▶ [Input data]:
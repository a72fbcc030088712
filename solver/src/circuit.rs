//! Lumped circuits of the resonance model: the normal modes of a winding cut into a ladder of
//! sections, coupled resonant loops in time (exact propagation of the linear system), their
//! steady state under sinusoidal drive (phasors) and their lossless normal modes.
//!
//! Pure linear algebra with nalgebra: no I/O, no clock. Every function validates its inputs
//! (finite, positive where physical, sizes, symmetric positive definite matrices) and returns a
//! [`SolverError`] rather than a non-finite number.
//!
//! # Conventions
//! - SI units: farads, henries, ohms, volts, amperes, coulombs, seconds, hertz (cycles per
//!   second) and rad/s (angular frequency, named so).
//! - Phasors are peak amplitudes (not rms): x(t) = Re(X e^{j omega t}).
//! - A loop's current i and its capacitor's charge q are related by dq/dt = i; the capacitor
//!   voltage is q / C and opposes the current (M di/dt = -R i - q / C). A series source in a
//!   loop drives the current forward: M di/dt = -R i - q / C + v.
//! - Inductance and capacitance matrices must be symmetric to [`SYMMETRY_TOLERANCE`] of their
//!   largest entry (a capacitance matrix from a collocation solve should be symmetrised
//!   first, (C + C^T) / 2) and positive definite; the symmetric part is used.
//!
//! # Sources
//! - Normal modes of a lossless linear network as a symmetric-definite generalised eigenproblem
//!   omega^2 T x = V x: the small-oscillation theory of Lagrange's equations (e.g. H. Goldstein,
//!   *Classical Mechanics*, Addison-Wesley 1950, ch. 10 "Small oscillations"; chapter from
//!   memory), with the circuit's magnetic energy 1/2 i^T L i as the kinetic and the electric
//!   energy 1/2 q^T C^-1 q as the potential energy.
//! - Exact propagation of a linear time-invariant system, x(t + h) = exp(A h) x(t): C. Moler
//!   and C. Van Loan, "Nineteen dubious ways to compute the exponential of a matrix,
//!   twenty-five years later", *SIAM Review* 45(1), 2003, pp. 3-49. The exponential itself is
//!   nalgebra's `exp`, a port of SciPy's `expm`, the scaling-and-squaring Pade algorithm of
//!   A. H. Al-Mohy and N. J. Higham, "A new scaling and squaring algorithm for the matrix
//!   exponential", *SIAM J. Matrix Anal. Appl.* 31(3), 2009, pp. 970-989.
//! - The energy coordinates of the time integration (below) are our own derivation from the
//!   loop equations; the derivation is in [`simulate`].

use crate::error::SolverError;
use crate::optimise::brent_root;
use nalgebra::{Cholesky, Complex, DMatrix, DVector, Dyn, Schur, SymmetricEigen};
use std::f64::consts::PI;

/// Accepted asymmetry of an inductance or capacitance matrix: |A_ij - A_ji| at most this
/// fraction of the largest |A_ij|.
pub const SYMMETRY_TOLERANCE: f64 = 1e-9;

/// Fewest samples per period of the fastest natural frequency a simulation takes.
pub const MIN_SAMPLES_PER_PERIOD: usize = 40;

/// Most values a simulation stores (samples x 2 x loops; 2^25 values, 256 MiB).
pub const MAX_STORED_VALUES: usize = 1 << 25;

/// Iteration cap of the symmetric eigen-solver and the Schur decomposition per unit of matrix
/// size (they converge in a few sweeps per eigenvalue; the cap only bounds the time on inputs
/// that would not converge).
const ITERATIONS_PER_ROW: usize = 1000;

/// Relative size under which a mode's top voltage or base current counts as zero.
const VANISHING: f64 = 1e-12;

// ---------------------------------------------------------------------------------------------
// Input checks
// ---------------------------------------------------------------------------------------------

fn invalid(quantity: String, value: f64, requirement: &'static str) -> SolverError {
    SolverError::InvalidCircuitValue {
        quantity,
        value,
        requirement,
    }
}

fn require_positive(value: f64, quantity: impl FnOnce() -> String) -> Result<(), SolverError> {
    if value.is_finite() && value > 0.0 {
        Ok(())
    } else {
        Err(invalid(quantity(), value, "finite and positive"))
    }
}

fn require_non_negative(value: f64, quantity: impl FnOnce() -> String) -> Result<(), SolverError> {
    if value.is_finite() && value >= 0.0 {
        Ok(())
    } else {
        Err(invalid(quantity(), value, "finite and not negative"))
    }
}
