/// Under a drive model the finite-element path gets the drive's potentials: `field` and `map`
/// give a nonzero E from the finite-element model (named in the output), and `clearance`
/// names it too.
#[test]
fn map_field_and_clearance_take_the_finite_element_solver() {
    let dir = tempfile::tempdir().unwrap();
    let spark = room_resonator_variant(dir.path(), "spark.toml", &|t| {
        let i = t.find("[drive]").unwrap();
        format!(
            "{}[drive]\nkind = \"spark_gap\"\ntank_capacitance = \"30 nF\"\n\
             charge_voltage = \"12 kV\"\ngap_resistance = \"2 ohm\"\nbreak_rate = \"120 Hz\"\n\
             lead_inductance = \"1 uH\"\n",
            &t[..i]
        )
    });
    let vtr = dir.path().join("m.vtr");
    let map = json_of(&[
        "map",
        &spark,
        "--plane",
        "xz",
        "--extent",
        "0,1.5,0,2",
        "--resolution",
        "6,6",
        "--vtk",
        vtr.to_str().unwrap(),
    ]);
    assert_eq!(map["electric_solver"], "fem");
    assert!(map["max_e_mag_v_per_m"].as_f64().unwrap() > 1e3, "{map}");
    assert!(
        map["warnings"]
            .as_array()
            .unwrap()
            .iter()
            .any(|w| w.as_str().unwrap().contains("act on E only")),
        "{map}"
    );
    let field = json_of(&["field", &spark, "--at", "0.5,0,0.9", "--format", "json"]);
    assert_eq!(field["electric_solver"], "fem");
    assert!(field["points"][0]["e_mag_v_per_m"].as_f64().unwrap() > 1e3);
    let demo = concat!(
        env!("CARGO_MANIFEST_DIR"),
        "/meshes-demo/room-resonator.toml"
    );
    let clearance = json_of(&["clearance", demo, "--format", "json"]);
    assert_eq!(clearance["electric_solver"], "fem");
    let bem = json_of(&[
        "clearance",
        demo,
        "--format",
        "json",
        "--electric-solver",
        "bem",
    ]);
    assert_eq!(bem["electric_solver"], "bem");
}
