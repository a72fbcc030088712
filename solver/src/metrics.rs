//! Named figures of a design for sweeps and goal seeking, and constraints on them.
//!
//! Magnetic: `self_inductance.<w>` (H), `mutual.<a>.<b>` (H), `coupling.<a>.<b>`
//! (dimensionless), `gap.<a>.<b>` (m, smallest distance between the two wires' surfaces).
//! Electric (the axisymmetric solve of [`crate::electrostatic`] with its default
//! [`Params`]): `capacitance.<e>` (F, electrode e's diagonal entry of the Maxwell matrix, all
//! other conductors at 0 V), `self_capacitance.<secondary>` (F, the secondary's equivalent
//! self-capacitance at its top with its connected electrodes), `surface_field.<e>` (V/m, the
//! largest surface field on electrode e at the `[drive]` potentials).
//!
//! An [`Evaluator`] is built once from the base design; the self-inductance and the model of a
//! winding that a point leaves unchanged are taken from the base (computed once, on first use),
//! and so is the electric solution of a point that leaves the secondary, the electrodes and the
//! ground plane as they are. Every figure is computed sequentially, so a point's results do not
//! depend on threads.

use crate::Par;
use crate::assembly::{WindingModel, image_model, inductance_entry};
use crate::coupling::coupling;
use crate::electrostatic::{Params, Problem, Solution};
use crate::fem::{ElectricSolver, FemProblem, FemSolution, FromDesignError};
use coilfield_geometry::query::checks::PreparedDesign;
use coilfield_geometry::{Design, Role, Winding};
use std::sync::OnceLock;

▶ [Task goal]: For this exercise, give the entries above again with no difference at all.

▶ [Task result]:
repository a72fbcc030088712
filename solver/src/circuit.rs
//! Lumped circuits of the resonance model: the normal modes of a winding cut into a ladder of
//! sections, coupled resonant loops in time (exact propagation of the linear system), their
//! steady state under sinusoidal drive (phasors) and their lossless normal modes.
//!
//! Pure linear algebra with nalgebra: no I/O, no clock. Every function validates its inputs
//! (finite, positive where physical, sizes, symmetric positive definite matrices) and returns a
//! [`SolverError`] rather than a non-finite number.
//!
//! # Conventions
//! - SI units: farads, henries, ohms, volts, amperes, coulombs, seconds, hertz (cycles per
//!   second) and rad/s (angular frequency, named so).
//! - Phasors are peak amplitudes (not rms): x(t) = Re(X e^{j omega t}).
//! - A loop's current i and its capacitor's charge q are related by dq/dt = i; the capacitor
//!   voltage is q / C and opposes the current (M di/dt = -R i - q / C). A series source in a
//!   loop drives the current forward: M di/dt = -R i - q / C + v.
//! - Inductance and capacitance matrices must be symmetric to [`SYMMETRY_TOLERANCE`] of their
//!   largest entry (a capacitance matrix from a collocation solve should be symmetrised
//!   first, (C + C^T) / 2) and positive definite; the symmetric part is used.
//!
//! # Sources
//! - Normal modes of a lossless linear network as a symmetric-definite generalised eigenproblem
//!   omega^2 T x = V x: the small-oscillation theory of Lagrange's equations (e.g. H. Goldstein,
//!   *Classical Mechanics*, Addison-Wesley 1950, ch. 10 "Small oscillations"; chapter from
//!   memory), with the circuit's magnetic energy 1/2 i^T L i as the kinetic and the electric
//!   energy 1/2 q^T C^-1 q as the potential energy.
//! - Exact propagation of a linear time-invariant system, x(t + h) = exp(A h) x(t): C. Moler
//!   and C. Van Loan, "Nineteen dubious ways to compute the exponential of a matrix,
//!   twenty-five years later", *SIAM Review* 45(1), 2003, pp. 3-49. The exponential itself is
//!   nalgebra's `exp`, a port of SciPy's `expm`, the scaling-and-squaring Pade algorithm of
//!   A. H. Al-Mohy and N. J. Higham, "A new scaling and squaring algorithm for the matrix
//!   exponential", *SIAM J. Matrix Anal. Appl.* 31(3), 2009, pp. 970-989.
//! - The energy coordinates of the time integration (below) are our own derivation from the
//!   loop equations; the derivation is in [`simulate`].

use crate::error::SolverError;
use crate::optimise::brent_root;
use nalgebra::{Cholesky, Complex, DMatrix, DVector, Dyn, Schur, SymmetricEigen};
use std::f64::consts::PI;

/// Accepted asymmetry of an inductance or capacitance matrix: |A_ij - A_ji| at most this
/// fraction of the largest |A_ij|.
pub const SYMMETRY_TOLERANCE: f64 = 1e-9;

/// Fewest samples per period of the fastest natural frequency a simulation takes.
pub const MIN_SAMPLES_PER_PERIOD: usize = 40;

/// Most values a simulation stores (samples x 2 x loops; 2^25 values, 256 MiB).
pub const MAX_STORED_VALUES: usize = 1 << 25;

/// Iteration cap of the symmetric eigen-solver and the Schur decomposition per unit of matrix
/// size (they converge in a few sweeps per eigenvalue; the cap only bounds the time on inputs
/// that would not converge).
const ITERATIONS_PER_ROW: usize = 1000;

/// Relative size under which a mode's top voltage or base current counts as zero.
const VANISHING: f64 = 1e-12;

// ---------------------------------------------------------------------------------------------
// Input checks
// ---------------------------------------------------------------------------------------------

fn invalid(quantity: String, value: f64, requirement: &'static str) -> SolverError {
    SolverError::InvalidCircuitValue {
        quantity,
        value,
        requirement,
    }
}

fn require_positive(value: f64, quantity: impl FnOnce() -> String) -> Result<(), SolverError> {
    if value.is_finite() && value > 0.0 {
        Ok(())
    } else {
        Err(invalid(quantity(), value, "finite and positive"))
    }
}

fn require_non_negative(value: f64, quantity: impl FnOnce() -> String) -> Result<(), SolverError> {
    if value.is_finite() && value >= 0.0 {
        Ok(())
    } else {
        Err(invalid(quantity(), value, "finite and not negative"))
    }
}
/// Under a drive model the finite-element path gets the drive's potentials: `field` and `map`
/// give a nonzero E from the finite-element model (named in the output), and `clearance`
/// names it too.
#[test]
fn map_field_and_clearance_take_the_finite_element_solver() {
    let dir = tempfile::tempdir().unwrap();
    let spark = room_resonator_variant(dir.path(), "spark.toml", &|t| {
        let i = t.find("[drive]").unwrap();
        format!(
            "{}[drive]\nkind = \"spark_gap\"\ntank_capacitance = \"30 nF\"\n\
             charge_voltage = \"12 kV\"\ngap_resistance = \"2 ohm\"\nbreak_rate = \"120 Hz\"\n\
             lead_inductance = \"1 uH\"\n",
            &t[..i]
        )
    });
    let vtr = dir.path().join("m.vtr");
    let map = json_of(&[
        "map",
        &spark,
        "--plane",
        "xz",
        "--extent",
        "0,1.5,0,2",
        "--resolution",
        "6,6",
        "--vtk",
        vtr.to_str().unwrap(),
    ]);
    assert_eq!(map["electric_solver"], "fem");
    assert!(map["max_e_mag_v_per_m"].as_f64().unwrap() > 1e3, "{map}");
    assert!(
        map["warnings"]
            .as_array()
            .unwrap()
            .iter()
            .any(|w| w.as_str().unwrap().contains("act on E only")),
        "{map}"
    );
    let field = json_of(&["field", &spark, "--at", "0.5,0,0.9", "--format", "json"]);
    assert_eq!(field["electric_solver"], "fem");
    assert!(field["points"][0]["e_mag_v_per_m"].as_f64().unwrap() > 1e3);
    let demo = concat!(
        env!("CARGO_MANIFEST_DIR"),
        "/meshes-demo/room-resonator.toml"
    );
    let clearance = json_of(&["clearance", demo, "--format", "json"]);
    assert_eq!(clearance["electric_solver"], "fem");
    let bem = json_of(&[
        "clearance",
        demo,
        "--format",
        "json",
        "--electric-solver",
        "bem",
    ]);
    assert_eq!(bem["electric_solver"], "bem");
}
repository a72fbcc030088712
filename solver/src/metrics.rs
//! Named figures of a design for sweeps and goal seeking, and constraints on them.
//!
//! Magnetic: `self_inductance.<w>` (H), `mutual.<a>.<b>` (H), `coupling.<a>.<b>`
//! (dimensionless), `gap.<a>.<b>` (m, smallest distance between the two wires' surfaces).
//! Electric (the axisymmetric solve of [`crate::electrostatic`] with its default
//! [`Params`]): `capacitance.<e>` (F, electrode e's diagonal entry of the Maxwell matrix, all
//! other conductors at 0 V), `self_capacitance.<secondary>` (F, the secondary's equivalent
//! self-capacitance at its top with its connected electrodes), `surface_field.<e>` (V/m, the
//! largest surface field on electrode e at the `[drive]` potentials).
//!
//! An [`Evaluator`] is built once from the base design; the self-inductance and the model of a
//! winding that a point leaves unchanged are taken from the base (computed once, on first use),
//! and so is the electric solution of a point that leaves the secondary, the electrodes and the
//! ground plane as they are. Every figure is computed sequentially, so a point's results do not
//! depend on threads.

use crate::Par;
use crate::assembly::{WindingModel, image_model, inductance_entry};
use crate::coupling::coupling;
use crate::electrostatic::{Params, Problem, Solution};
use crate::fem::{ElectricSolver, FemProblem, FemSolution, FromDesignError};
use coilfield_geometry::query::checks::PreparedDesign;
use coilfield_geometry::{Design, Role, Winding};
use std::sync::OnceLock;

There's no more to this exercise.